### WHAT THE EXERCISE ASKS:
From the entries provided below, copy each line that contains the word "offsets".

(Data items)
++++++++++++++++++++

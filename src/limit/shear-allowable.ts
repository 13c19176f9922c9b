import type { LoadCase } from '../job/job.js';
import type { Box } from '../tube/box.js';
import { MEASURE } from '../tube/measure.js';
import type { Section } from '../tube/section.js';
import type { Span } from '../tube/span.js';
import type { Check, Limit, Pair, Proportion } from './check.js';

/** τ at limit load against the load case's own allowable, Pa. */
class ShearAllowable implements Check {
  readonly limit = 'shear-allowable';
  readonly proportion: Proportion;
  private readonly torque = Number.NaN;

  constructor(
    readonly load: number,
    torque: number,
    private readonly allowable: number,
  ) {
    this.torque = Math.abs(torque);
    this.proportion = { measure: MEASURE.shearPerTorque, factor: this.torque / allowable };
  }

  utilisation(at: Section): number {
    return this.proportion.factor * at.shearPerTorque;
  }

  bound(over: Box, out: Span): void {
    out.scaled(over.shearPerTorque, this.proportion.factor);
  }

  pair(at: Section): Pair {
    const demand = (this.torque * at.outerRadius) / at.polarMoment;
    return { demand, capacity: this.allowable, interaction: false };
  }
}

const applies = ({ torque, shearStressMax }: LoadCase): boolean => torque !== 0 && shearStressMax !== null;

/** Shear stress against a code's or a fatigue allowable. */
export const shearAllowable: Limit = {
  id: 'shear-allowable',
  label: 'shear allowable',
  unit: 'Pa',
  formula: 'U = τ/τ_max, τ = T·ro/J at limit load',
  source: 'The allowable is the load case’s own (a code’s or a fatigue allowable)',
  prepare: ({ loads }) =>
    loads.flatMap((load, index) =>
      applies(load) ? [new ShearAllowable(index, load.torque, load.shearStressMax ?? Number.NaN)] : [],
    ),
};
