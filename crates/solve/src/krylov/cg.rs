//! Conjugate gradients with diagonal scaling.

use crate::reduction::dot;
use crate::{LinearSolver, LinearSystem, Outcome, SolveError};

/// Conjugate gradients, preconditioned by the diagonal (Jacobi).
///
/// Stops when √(rᵀD⁻¹r) has fallen to `relative_tolerance` times that of the load.
///
/// Source: M. R. Hestenes, E. Stiefel, J. Res. Nat. Bur. Stand. 49 (1952).
///
/// ```
/// use hypercircle_solve::{ConjugateGradients, CsrView, LinearSolver, LinearSystem};
/// let matrix = CsrView::new(&[0, 2, 4], &[0, 1, 0, 1], &[2.0, -1.0, -1.0, 2.0])?;
/// let mut x = [0.0; 2];
/// let outcome = ConjugateGradients::default()
///     .solve(&LinearSystem { matrix, load: &[0.0, 3.0], coordinates: None }, &mut x)?;
/// assert!((x[1] - 2.0).abs() < 1e-9 && outcome.iterations <= 2);
/// # Ok::<(), hypercircle_solve::SolveError>(())
/// ```
#[derive(Debug, Clone, Copy)]
pub struct ConjugateGradients {
    /// Wanted reduction of the residual.
    pub relative_tolerance: f64,
    /// Most iterations.
    pub most_iterations: usize,
    /// Asked before every iteration; `true` cancels.
    pub cancel: Option<fn() -> bool>,
}

impl Default for ConjugateGradients {
    fn default() -> Self {
        Self { relative_tolerance: 1e-10, most_iterations: 100_000, cancel: None }
    }
}

impl LinearSolver for ConjugateGradients {
    fn solve(&mut self, system: &LinearSystem<'_>, x: &mut [f64]) -> Result<Outcome, SolveError> {
        system.check(x)?;
        if !(self.relative_tolerance > 0.0) {
            return Err(SolveError::Tolerance { value: self.relative_tolerance });
        }
        let n = x.len();
        let matrix = system.matrix;
        let diagonal = matrix.diagonal();
        if let Some(unknown) = diagonal.iter().position(|d| !(*d > 0.0)) {
            return Err(SolveError::NotPositiveDefinite { unknown });
        }
        let scale = |r: &[f64], z: &mut [f64]| (0..n).for_each(|i| z[i] = r[i] / diagonal[i]);
        let (mut r, mut z, mut ap) = (vec![0.0; n], vec![0.0; n], vec![0.0; n]);
        scale(system.load, &mut z);
        let size = dot(system.load, &z).sqrt();
        matrix.multiply(x, &mut r)?;
        r.iter_mut().zip(system.load).for_each(|(r, b)| *r = b - *r);
        scale(&r, &mut z);
        let mut p = z.clone();
        let mut rz = dot(&r, &z);
        let mut history = Vec::new();
        let reached = |rz: f64| if size > 0.0 { rz.sqrt() / size } else { rz.sqrt() };
        while !(reached(rz) <= self.relative_tolerance) {
            let iterations = history.len();
            if self.cancel.is_some_and(|cancel| cancel()) {
                return Err(SolveError::Cancelled { iterations, best: x.to_vec() });
            }
            if iterations == self.most_iterations {
                return Err(SolveError::NotConverged {
                    iterations,
                    residual: reached(rz),
                    wanted: self.relative_tolerance,
                    history,
                    best: x.to_vec(),
                    advice: "allow more iterations, ask for less, or use the direct solver",
                });
            }
            matrix.multiply(&p, &mut ap)?;
            let curvature = dot(&p, &ap);
            if !(curvature > 0.0) {
                let worst = |a: &usize, b: &usize| (p[*a] * ap[*a]).total_cmp(&(p[*b] * ap[*b]));
                return Err(SolveError::NotPositiveDefinite { unknown: (0..n).min_by(worst).unwrap_or(0) });
            }
            let step = rz / curvature;
            for i in 0..n {
                x[i] += step * p[i];
                r[i] -= step * ap[i];
            }
            scale(&r, &mut z);
            let next = dot(&r, &z);
            let turn = next / rz;
            p.iter_mut().zip(&z).for_each(|(p, z)| *p = z + turn * *p);
            rz = next;
            history.push(reached(rz));
        }
        Ok(Outcome {
            method: "conjugate gradients with diagonal scaling",
            why: String::new(),
            iterations: history.len(),
            history,
            bytes: 5 * n * size_of::<f64>(),
        })
    }
}

#[cfg(test)]
mod tests {
    use super::*;
    use crate::CsrView;

    #[test]
    fn faults_and_failure_are_told() {
        let offsets = [0, 2, 4];
        let columns = [0, 1, 0, 1];
        let solve = |values: &[f64], mut cg: ConjugateGradients| {
            let matrix = CsrView::new(&offsets, &columns, values).unwrap();
            cg.solve(&LinearSystem { matrix, load: &[1.0, -1.0], coordinates: None }, &mut [0.0; 2]).unwrap_err()
        };
        let default = ConjugateGradients::default();
        let told = solve(&[1.0, 2.0, 2.0, 1.0], default);
        assert!(matches!(told, SolveError::NotPositiveDefinite { .. }));
        let told = solve(&[-1.0, 0.0, 0.0, 1.0], default);
        assert!(matches!(told, SolveError::NotPositiveDefinite { unknown: 0 }));
        let told = solve(&[2.0, 1.0, 1.0, 3.0], ConjugateGradients { most_iterations: 1, ..default });
        assert!(matches!(told, SolveError::NotConverged { iterations: 1, history, .. } if history.len() == 1));
        let told = solve(&[2.0, 1.0, 1.0, 3.0], ConjugateGradients { relative_tolerance: f64::NAN, ..default });
        assert!(matches!(told, SolveError::Tolerance { .. }));
        let told = solve(&[2.0, 1.0, 1.0, 3.0], ConjugateGradients { cancel: Some(|| true), ..default });
        assert!(matches!(told, SolveError::Cancelled { iterations: 0, .. }));
    }
}
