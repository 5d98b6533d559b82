"""Cuts a file of HL7 v2 messages into single ones: CR, LF or CRLF between segments, batch and transport marks
between messages, in bounded memory."""

from __future__ import annotations

from collections.abc import Iterator
from dataclasses import dataclass

from storage.intake.findings import unreadable
from storage.intake.steady_file import SteadyFile
from storage.intake.watched_file import WatchedFile

MAX_SEGMENT = 128 * 1024
MAX_MESSAGE = 4 << 20
MAX_FIELDS = 100_000
"""Fields and components of one message: each becomes an object, and a file of separators alone would fill memory."""
_SKIPPED = (b"FHS", b"BHS", b"BTS", b"FTS")
_ENCODINGS = {"": "utf-8", "ASCII": "utf-8", "UNICODE UTF-8": "utf-8", "UTF-8": "utf-8", "8859/1": "latin-1",
              "8859/2": "iso8859-2", "8859/15": "iso8859-15", "UNICODE": "utf-8"}  # fmt: skip
_CHARACTER_SET = 17


@dataclass(frozen=True, slots=True)
class RawMessage:
    """One message: its segments joined by CR, and the line of the file where it begins (1 is the first)."""

    text: str
    line: int


class MessageReader(WatchedFile):
    """Iterates over the messages of a file, hashing as it goes.

    Raises:
        UnreadableFileError: no HL7, a segment or message without end, an encoding that is not what it says,
            a file that changed.
        RecordError: `intake.cancelled`.
    """

    def __iter__(self) -> Iterator[RawMessage]:
        steady = SteadyFile.begin(self.path)
        held: list[bytes] = []
        held_size = first = 0
        for line, segment in self._segments(steady):
            if segment.startswith(b"MSH"):
                if held:
                    yield _message(held, first)
                held, held_size, first = [], 0, line
            elif segment[:3] in _SKIPPED:
                continue
            elif not first:
                shown = segment[:40].decode("utf-8", "replace")
                raise unreadable(line, shown, "hl7.no_message", accepted="a message that begins with MSH")
            held.append(segment)
            held_size += len(segment)
            if held_size > MAX_MESSAGE:
                raise unreadable(first, "MSH", "hl7.message_too_long", accepted=MAX_MESSAGE)
        if not held:
            raise unreadable(1, "", "hl7.no_message", accepted="a message that begins with MSH")
        yield _message(held, first)
        steady.check()

    def _segments(self, steady: SteadyFile) -> Iterator[tuple[int, bytes]]:
        """Segments with their line; marks of the transport (VT, FS) and empty lines are left out."""
        carried, line = b"", 0
        with self.path.open("rb") as file:
            while True:
                fresh = self.read(file, steady)
                data = carried + fresh
                if fresh and data.endswith(b"\r"):  # its LF may come with the next block
                    data, tail = data[:-1], b"\r"
                else:
                    tail = b""
                parts = data.replace(b"\r\n", b"\n").replace(b"\r", b"\n").split(b"\n")
                carried = (parts.pop() if fresh else b"") + tail
                if max(map(len, (*parts, carried))) > MAX_SEGMENT:
                    raise unreadable(line + 1, "", "line.too_long", accepted=f"{MAX_SEGMENT} bytes")
                for part in parts:
                    line += 1
                    plain = part.strip(b"\x0b\x1c \t\xef\xbb\xbf") if line == 1 else part.strip(b"\x0b\x1c \t")
                    if plain:
                        yield line, plain
                if not fresh:
                    return


def _message(segments: list[bytes], line: int) -> RawMessage:
    data = b"\r".join(segments)
    marks = sum(data.count(data[at : at + 1]) for at in range(3, min(8, len(data))))
    if marks > MAX_FIELDS:
        raise unreadable(line, "MSH", "hl7.too_many_fields", accepted=MAX_FIELDS)
    if data.isascii():
        if b"\x00" in data:
            raise unreadable(line, "NUL", "file.binary", accepted="text")
        return RawMessage(data.decode("ascii"), line)
    fields = segments[0].split(segments[0][3:4] or b"|")
    claimed = fields[_CHARACTER_SET].decode("ascii", "replace") if len(fields) > _CHARACTER_SET else ""
    encoding = _ENCODINGS.get(claimed.split("~")[0].strip().upper())
    if encoding is None:
        raise unreadable(line, claimed[:40], "file.encoding", found=claimed[:40] or "not named",
                         accepted=", ".join(k for k in _ENCODINGS if k))  # fmt: skip
    try:
        return RawMessage(data.decode(encoding), line)
    except UnicodeDecodeError as error:
        shown = f"byte {data[error.start : error.start + 1].hex()}"
        raise unreadable(line, shown, "file.encoding", found=f"not {encoding}",
                         accepted="a message in the character set that MSH-18 names") from None  # fmt: skip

++++++++++++++++++++

### EXERCISE SOLUTION:
        let offsets = [0, 2, 4];
            let matrix = CsrView::new(&offsets, &columns, values).unwrap();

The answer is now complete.